• **TASK DIRECTIONS**
Every record below is to be reproduced exactly.

==== RECORDED DATA ====

using Drypeak.Service.Charts;
using Drypeak.Service.Hosting;

namespace Drypeak.Service;

/// <summary>An answer with the chart that it can be looked at as.</summary>
/// <param name="Answer">As JSON.</param>
/// <param name="Chart">What its picture shows; null where it leaves nothing to draw.</param>
internal readonly record struct Charted<TAnswer, TChart>(TAnswer Answer, TChart? Chart)
    where TChart : class;

/// <summary>An answer as another text than JSON, such as a table.</summary>
/// <param name="MediaType">As in Accept.</param>
/// <param name="Parameters">Of the media type, each after a semicolon.</param>
/// <param name="Write">The text.</param>
internal sealed record TextForm<TAnswer>(string MediaType, string Parameters, Func<TAnswer, string> Write);

/// <summary>A job that takes JSON and gives JSON, or its picture: negotiate, read, check, compute, answer.</summary>
internal static class JsonJob
{
    private const string Json = "application/json";

    private static readonly string[] JsonOrPicture = [Json, .. ChartFormat.All.Select(format => format.MediaType)];

    /// <summary>Maps a job that gives JSON.</summary>
    /// <param name="app">Where.</param>
    /// <param name="path">Its address.</param>
    /// <param name="check">Every broken rule of a request.</param>
    /// <param name="compute">The answer to a request without broken rules.</param>
    /// <param name="example">A whole request that is accepted.</param>
    public static RouteHandlerBuilder MapJob<TRequest, TAnswer>(
        this IEndpointRouteBuilder app, string path, Func<TRequest, IReadOnlyList<Fault>> check, Func<TRequest, TAnswer> compute, string example)
        where TRequest : class
    {
        return app.MapPost(path, AnswerAsync).Takes<TRequest>(Json, example).Gives<TAnswer>(Json).Refuses(400, 406, 413, 415, 422);

        async Task<IResult> AnswerAsync(HttpContext context, Limits limits)
        {
            if (Negotiation.Choose(context.Request, Json) is null)
            {
                return Problems.NotAcceptable([Json]);
            }

            var request = await RequestReader.ReadAsync(context, ServiceJson.Of<TRequest>(), check, limits.BodyBytes);
            return request.Succeeded ? Results.Json(compute(request.Value), ServiceJson.Of<TAnswer>()) : request.Problem;
        }
    }

    /// <summary>
    /// Maps a job that gives JSON, or by Accept its picture, and the picture's addresses. The picture has the bytes of the answer's links;
    /// its options stand in the query.
    /// </summary>
    /// <param name="app">Where.</param>
    /// <param name="path">Its address.</param>
    /// <param name="check">Every broken rule of a request.</param>
    /// <param name="compute">The answer to a request without broken rules, and its chart.</param>
    /// <param name="example">A whole request that is accepted.</param>
    /// <param name="kind">The kind of its chart.</param>
    /// <param name="text">A text that may be asked for as well; null: none.</param>
    /// <param name="bodyBytes">The largest body, where it is not the usual one.</param>
    public static RouteHandlerBuilder MapJob<TRequest, TAnswer, TChart>(
        this IEndpointRouteBuilder app, string path, Func<TRequest, IReadOnlyList<Fault>> check, Func<TRequest, Charted<TAnswer, TChart>> compute, string example, ChartKind<TChart> kind, TextForm<TAnswer>? text = null, int? bodyBytes = null)
        where TRequest : class
        where TChart : class
    {
        string[] offered = text is null ? JsonOrPicture : [.. JsonOrPicture, text.MediaType];
        app.MapChart(kind);
        var job = app.MapPost(path, AnswerAsync).Takes<TRequest>(Json, example).Gives<TAnswer>(Json).Refuses(400, 406, 413, 415, 422);
        ChartOptions.Describe(job, kind.Parameters, ChartFormat.All);
        foreach (var format in ChartFormat.All)
        {
            job.Gives<byte[]>(format.MediaType);
        }

        return text is null ? job : job.Gives<string>(text.MediaType);

        async Task<IResult> AnswerAsync(HttpContext context, Limits limits)
        {
            if (Negotiation.Choose(context.Request, offered) is not { } mediaType)
            {
                return Problems.NotAcceptable(offered);
            }

            var faults = new List<Fault>();
            var format = ChartFormat.All.FirstOrDefault(format => format.MediaType == mediaType);
            var options = format is null ? WithoutParameters(context.Request.Query, faults) : ChartOptions.Read(context.Request.Query, kind.Parameters, format, limits, [], faults);
            if (faults.Count > 0)
            {
                return Problems.InvalidQuery(faults);
            }

            var request = await RequestReader.ReadAsync(context, ServiceJson.Of<TRequest>(), check, bodyBytes ?? limits.BodyBytes);
            if (!request.Succeeded)
            {
                return request.Problem;
            }

            var (answer, chart) = compute(request.Value);
            context.Response.Headers.Vary = "Accept";
            return format is { } && options is { } ? Picture(chart, format, options)
                : mediaType == text?.MediaType ? Results.Text(text.Write(answer), text.MediaType + text.Parameters)
                : Results.Json(answer, ServiceJson.Of<TAnswer>());
        }

        IResult Picture(TChart? chart, ChartFormat format, ChartOptions options) =>
            (chart is null ? "The answer leaves nothing to draw." : kind.Refusal(chart, options.Figure)) is { } refusal
                ? Problems.InvalidValues([new Fault("", "not-drawable", refusal + " Check the values and their units; with Accept: application/json they are answered.")])
                : Results.Bytes(kind.Picture(chart!, format, options), format.MediaType);
    }

    private static ChartOptions? WithoutParameters(IQueryCollection query, List<Fault> faults)
    {
        faults.AddRange(query.Keys.Select(name => new Fault("/" + ChartOptions.Shortened(name), "unknown-parameter", "A JSON answer takes no parameters in the address. Leave it out.")));
        return null;
    }
}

====

• **WRITTEN SOLUTION**
using Drypeak.Service.Charts;
using Drypeak.Service.Hosting;

namespace Drypeak.Service;

/// <summary>An answer with the chart that it can be looked at as.</summary>
/// <param name="Answer">As JSON.</param>
/// <param name="Chart">What its picture shows; null where it leaves nothing to draw.</param>
internal readonly record struct Charted<TAnswer, TChart>(TAnswer Answer, TChart? Chart)
    where TChart : class;

/// <summary>An answer as another text than JSON, such as a table.</summary>
/// <param name="MediaType">As in Accept.</param>
/// <param name="Parameters">Of the media type, each after a semicolon.</param>
/// <param name="Write">The text.</param>
internal sealed record TextForm<TAnswer>(string MediaType, string Parameters, Func<TAnswer, string> Write);

/// <summary>A job that takes JSON and gives JSON, or its picture: negotiate, read, check, compute, answer.</summary>
internal static class JsonJob
{
    private const string Json = "application/json";

    private static readonly string[] JsonOrPicture = [Json, .. ChartFormat.All.Select(format => format.MediaType)];

    /// <summary>Maps a job that gives JSON.</summary>
    /// <param name="app">Where.</param>
    /// <param name="path">Its address.</param>
    /// <param name="check">Every broken rule of a request.</param>
    /// <param name="compute">The answer to a request without broken rules.</param>
    /// <param name="example">A whole request that is accepted.</param>
    public static RouteHandlerBuilder MapJob<TRequest, TAnswer>(
        this IEndpointRouteBuilder app, string path, Func<TRequest, IReadOnlyList<Fault>> check, Func<TRequest, TAnswer> compute, string example)
        where TRequest : class
    {
        return app.MapPost(path, AnswerAsync).Takes<TRequest>(Json, example).Gives<TAnswer>(Json).Refuses(400, 406, 413, 415, 422);

        async Task<IResult> AnswerAsync(HttpContext context, Limits limits)
        {
            if (Negotiation.Choose(context.Request, Json) is null)
            {
                return Problems.NotAcceptable([Json]);
            }

            var request = await RequestReader.ReadAsync(context, ServiceJson.Of<TRequest>(), check, limits.BodyBytes);
            return request.Succeeded ? Results.Json(compute(request.Value), ServiceJson.Of<TAnswer>()) : request.Problem;
        }
    }

    /// <summary>
    /// Maps a job that gives JSON, or by Accept its picture, and the picture's addresses. The picture has the bytes of the answer's links;
    /// its options stand in the query.
    /// </summary>
    /// <param name="app">Where.</param>
    /// <param name="path">Its address.</param>
    /// <param name="check">Every broken rule of a request.</param>
    /// <param name="compute">The answer to a request without broken rules, and its chart.</param>
    /// <param name="example">A whole request that is accepted.</param>
    /// <param name="kind">The kind of its chart.</param>
    /// <param name="text">A text that may be asked for as well; null: none.</param>
    /// <param name="bodyBytes">The largest body, where it is not the usual one.</param>
    public static RouteHandlerBuilder MapJob<TRequest, TAnswer, TChart>(
        this IEndpointRouteBuilder app, string path, Func<TRequest, IReadOnlyList<Fault>> check, Func<TRequest, Charted<TAnswer, TChart>> compute, string example, ChartKind<TChart> kind, TextForm<TAnswer>? text = null, int? bodyBytes = null)
        where TRequest : class
        where TChart : class
    {
        string[] offered = text is null ? JsonOrPicture : [.. JsonOrPicture, text.MediaType];
        app.MapChart(kind);
        var job = app.MapPost(path, AnswerAsync).Takes<TRequest>(Json, example).Gives<TAnswer>(Json).Refuses(400, 406, 413, 415, 422);
        ChartOptions.Describe(job, kind.Parameters, ChartFormat.All);
        foreach (var format in ChartFormat.All)
        {
            job.Gives<byte[]>(format.MediaType);
        }

        return text is null ? job : job.Gives<string>(text.MediaType);

        async Task<IResult> AnswerAsync(HttpContext context, Limits limits)
        {
            if (Negotiation.Choose(context.Request, offered) is not { } mediaType)
            {
                return Problems.NotAcceptable(offered);
            }

            var faults = new List<Fault>();
            var format = ChartFormat.All.FirstOrDefault(format => format.MediaType == mediaType);
            var options = format is null ? WithoutParameters(context.Request.Query, faults) : ChartOptions.Read(context.Request.Query, kind.Parameters, format, limits, [], faults);
            if (faults.Count > 0)
            {
                return Problems.InvalidQuery(faults);
            }

            var request = await RequestReader.ReadAsync(context, ServiceJson.Of<TRequest>(), check, bodyBytes ?? limits.BodyBytes);
            if (!request.Succeeded)
            {
                return request.Problem;
            }

            var (answer, chart) = compute(request.Value);
            context.Response.Headers.Vary = "Accept";
            return format is { } && options is { } ? Picture(chart, format, options)
                : mediaType == text?.MediaType ? Results.Text(text.Write(answer), text.MediaType + text.Parameters)
                : Results.Json(answer, ServiceJson.Of<TAnswer>());
        }

        IResult Picture(TChart? chart, ChartFormat format, ChartOptions options) =>
            (chart is null ? "The answer leaves nothing to draw." : kind.Refusal(chart, options.Figure)) is { } refusal
                ? Problems.InvalidValues([new Fault("", "not-drawable", refusal + " Check the values and their units; with Accept: application/json they are answered.")])
                : Results.Bytes(kind.Picture(chart!, format, options), format.MediaType);
    }

    private static ChartOptions? WithoutParameters(IQueryCollection query, List<Fault> faults)
    {
        faults.AddRange(query.Keys.Select(name => new Fault("/" + ChartOptions.Shortened(name), "unknown-parameter", "A JSON answer takes no parameters in the address. Leave it out.")));
        return null;
    }
}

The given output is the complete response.